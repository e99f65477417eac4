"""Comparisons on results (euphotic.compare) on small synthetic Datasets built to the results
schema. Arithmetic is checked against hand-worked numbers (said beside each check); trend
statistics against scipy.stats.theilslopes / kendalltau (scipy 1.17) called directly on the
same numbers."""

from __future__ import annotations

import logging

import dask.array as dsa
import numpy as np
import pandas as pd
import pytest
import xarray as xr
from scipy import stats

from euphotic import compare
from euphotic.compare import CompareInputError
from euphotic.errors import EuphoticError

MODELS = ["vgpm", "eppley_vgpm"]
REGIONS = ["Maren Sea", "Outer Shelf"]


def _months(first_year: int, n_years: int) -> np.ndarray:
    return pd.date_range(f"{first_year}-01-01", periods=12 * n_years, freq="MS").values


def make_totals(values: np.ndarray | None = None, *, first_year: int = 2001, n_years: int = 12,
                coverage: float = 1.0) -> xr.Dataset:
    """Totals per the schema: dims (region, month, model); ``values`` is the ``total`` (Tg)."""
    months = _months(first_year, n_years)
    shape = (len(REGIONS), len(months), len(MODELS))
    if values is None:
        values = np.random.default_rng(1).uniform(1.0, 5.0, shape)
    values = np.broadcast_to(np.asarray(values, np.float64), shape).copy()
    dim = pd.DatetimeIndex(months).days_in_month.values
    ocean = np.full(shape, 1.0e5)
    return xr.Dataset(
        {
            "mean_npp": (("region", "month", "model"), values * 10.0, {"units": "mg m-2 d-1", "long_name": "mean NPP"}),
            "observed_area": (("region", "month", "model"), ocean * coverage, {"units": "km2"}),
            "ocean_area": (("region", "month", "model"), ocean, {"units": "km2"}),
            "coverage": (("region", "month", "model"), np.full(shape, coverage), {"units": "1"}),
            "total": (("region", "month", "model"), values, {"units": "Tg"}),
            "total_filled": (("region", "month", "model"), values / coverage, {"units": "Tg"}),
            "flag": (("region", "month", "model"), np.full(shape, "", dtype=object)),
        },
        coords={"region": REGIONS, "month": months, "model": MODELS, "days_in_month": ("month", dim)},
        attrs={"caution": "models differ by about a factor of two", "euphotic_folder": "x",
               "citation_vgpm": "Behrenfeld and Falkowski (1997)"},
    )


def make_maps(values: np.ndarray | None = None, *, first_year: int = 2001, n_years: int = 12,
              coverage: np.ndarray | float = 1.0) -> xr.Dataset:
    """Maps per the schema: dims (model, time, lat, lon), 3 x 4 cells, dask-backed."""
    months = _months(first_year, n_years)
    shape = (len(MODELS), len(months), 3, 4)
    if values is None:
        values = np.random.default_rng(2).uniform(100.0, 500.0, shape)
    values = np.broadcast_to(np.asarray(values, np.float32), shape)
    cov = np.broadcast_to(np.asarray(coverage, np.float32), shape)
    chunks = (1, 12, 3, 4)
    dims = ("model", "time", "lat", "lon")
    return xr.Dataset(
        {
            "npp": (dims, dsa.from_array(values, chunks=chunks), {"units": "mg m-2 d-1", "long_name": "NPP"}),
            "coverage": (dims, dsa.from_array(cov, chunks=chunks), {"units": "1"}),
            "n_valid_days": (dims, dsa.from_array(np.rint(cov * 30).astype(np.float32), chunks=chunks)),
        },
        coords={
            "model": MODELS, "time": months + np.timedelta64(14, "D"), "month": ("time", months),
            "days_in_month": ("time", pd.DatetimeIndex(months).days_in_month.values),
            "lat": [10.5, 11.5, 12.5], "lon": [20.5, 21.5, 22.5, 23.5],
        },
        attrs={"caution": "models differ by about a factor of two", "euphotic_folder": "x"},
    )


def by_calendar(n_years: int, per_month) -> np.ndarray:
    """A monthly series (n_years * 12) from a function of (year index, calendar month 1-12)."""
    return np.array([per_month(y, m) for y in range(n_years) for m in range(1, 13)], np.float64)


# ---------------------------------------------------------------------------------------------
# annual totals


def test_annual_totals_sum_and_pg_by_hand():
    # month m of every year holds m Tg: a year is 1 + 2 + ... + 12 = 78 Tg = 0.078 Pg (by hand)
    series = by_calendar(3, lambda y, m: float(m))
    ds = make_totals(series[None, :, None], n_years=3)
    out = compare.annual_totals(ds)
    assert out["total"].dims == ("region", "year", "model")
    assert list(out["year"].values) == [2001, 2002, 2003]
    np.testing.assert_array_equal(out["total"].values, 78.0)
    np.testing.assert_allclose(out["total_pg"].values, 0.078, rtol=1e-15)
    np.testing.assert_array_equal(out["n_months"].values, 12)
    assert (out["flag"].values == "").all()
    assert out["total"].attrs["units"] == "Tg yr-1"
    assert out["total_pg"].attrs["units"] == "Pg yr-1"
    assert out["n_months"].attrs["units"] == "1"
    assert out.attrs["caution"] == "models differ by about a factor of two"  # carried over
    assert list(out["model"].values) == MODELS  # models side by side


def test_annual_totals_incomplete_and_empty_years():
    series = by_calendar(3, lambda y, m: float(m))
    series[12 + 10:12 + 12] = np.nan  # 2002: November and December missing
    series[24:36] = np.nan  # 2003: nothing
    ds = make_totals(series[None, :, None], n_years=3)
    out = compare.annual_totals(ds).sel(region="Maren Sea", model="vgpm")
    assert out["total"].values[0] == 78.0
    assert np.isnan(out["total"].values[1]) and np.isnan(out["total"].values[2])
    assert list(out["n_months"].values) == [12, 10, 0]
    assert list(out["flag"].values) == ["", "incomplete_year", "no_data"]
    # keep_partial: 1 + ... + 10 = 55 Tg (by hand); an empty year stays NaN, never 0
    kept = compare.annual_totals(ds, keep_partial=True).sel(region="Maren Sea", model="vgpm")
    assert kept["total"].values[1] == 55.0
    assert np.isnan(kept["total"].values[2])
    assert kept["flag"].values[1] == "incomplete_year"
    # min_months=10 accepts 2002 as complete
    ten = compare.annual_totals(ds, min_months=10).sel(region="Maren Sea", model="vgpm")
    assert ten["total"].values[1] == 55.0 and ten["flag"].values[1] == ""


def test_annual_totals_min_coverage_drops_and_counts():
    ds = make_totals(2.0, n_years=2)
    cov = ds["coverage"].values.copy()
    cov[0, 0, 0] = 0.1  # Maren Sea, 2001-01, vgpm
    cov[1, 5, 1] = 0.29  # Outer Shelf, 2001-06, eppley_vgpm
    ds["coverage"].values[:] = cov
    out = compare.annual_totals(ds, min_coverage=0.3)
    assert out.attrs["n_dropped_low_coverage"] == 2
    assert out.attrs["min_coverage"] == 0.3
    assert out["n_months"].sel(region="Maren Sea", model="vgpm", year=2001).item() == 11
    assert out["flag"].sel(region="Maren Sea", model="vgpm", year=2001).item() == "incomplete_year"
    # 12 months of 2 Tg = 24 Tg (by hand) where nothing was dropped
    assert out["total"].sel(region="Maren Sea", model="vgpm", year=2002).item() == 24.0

----------------

> [Task objective]
Only the lines above starting at the line that holds "coverage: np.ndarray |" and ending at the line that holds "monthly series (n_years" are to be repeated, exactly and in full.

> [Task output]
              coverage: np.ndarray | float = 1.0) -> xr.Dataset:
    """Maps per the schema: dims (model, time, lat, lon), 3 x 4 cells, dask-backed."""
    months = _months(first_year, n_years)
    shape = (len(MODELS), len(months), 3, 4)
    if values is None:
        values = np.random.default_rng(2).uniform(100.0, 500.0, shape)
    values = np.broadcast_to(np.asarray(values, np.float32), shape)
    cov = np.broadcast_to(np.asarray(coverage, np.float32), shape)
    chunks = (1, 12, 3, 4)
    dims = ("model", "time", "lat", "lon")
    return xr.Dataset(
        {
            "npp": (dims, dsa.from_array(values, chunks=chunks), {"units": "mg m-2 d-1", "long_name": "NPP"}),
            "coverage": (dims, dsa.from_array(cov, chunks=chunks), {"units": "1"}),
            "n_valid_days": (dims, dsa.from_array(np.rint(cov * 30).astype(np.float32), chunks=chunks)),
        },
        coords={
            "model": MODELS, "time": months + np.timedelta64(14, "D"), "month": ("time", months),
            "days_in_month": ("time", pd.DatetimeIndex(months).days_in_month.values),
            "lat": [10.5, 11.5, 12.5], "lon": [20.5, 21.5, 22.5, 23.5],
        },
        attrs={"caution": "models differ by about a factor of two", "euphotic_folder": "x"},
    )


def by_calendar(n_years: int, per_month) -> np.ndarray:
    """A monthly series (n_years * 12) from a function of (year index, calendar month 1-12)."""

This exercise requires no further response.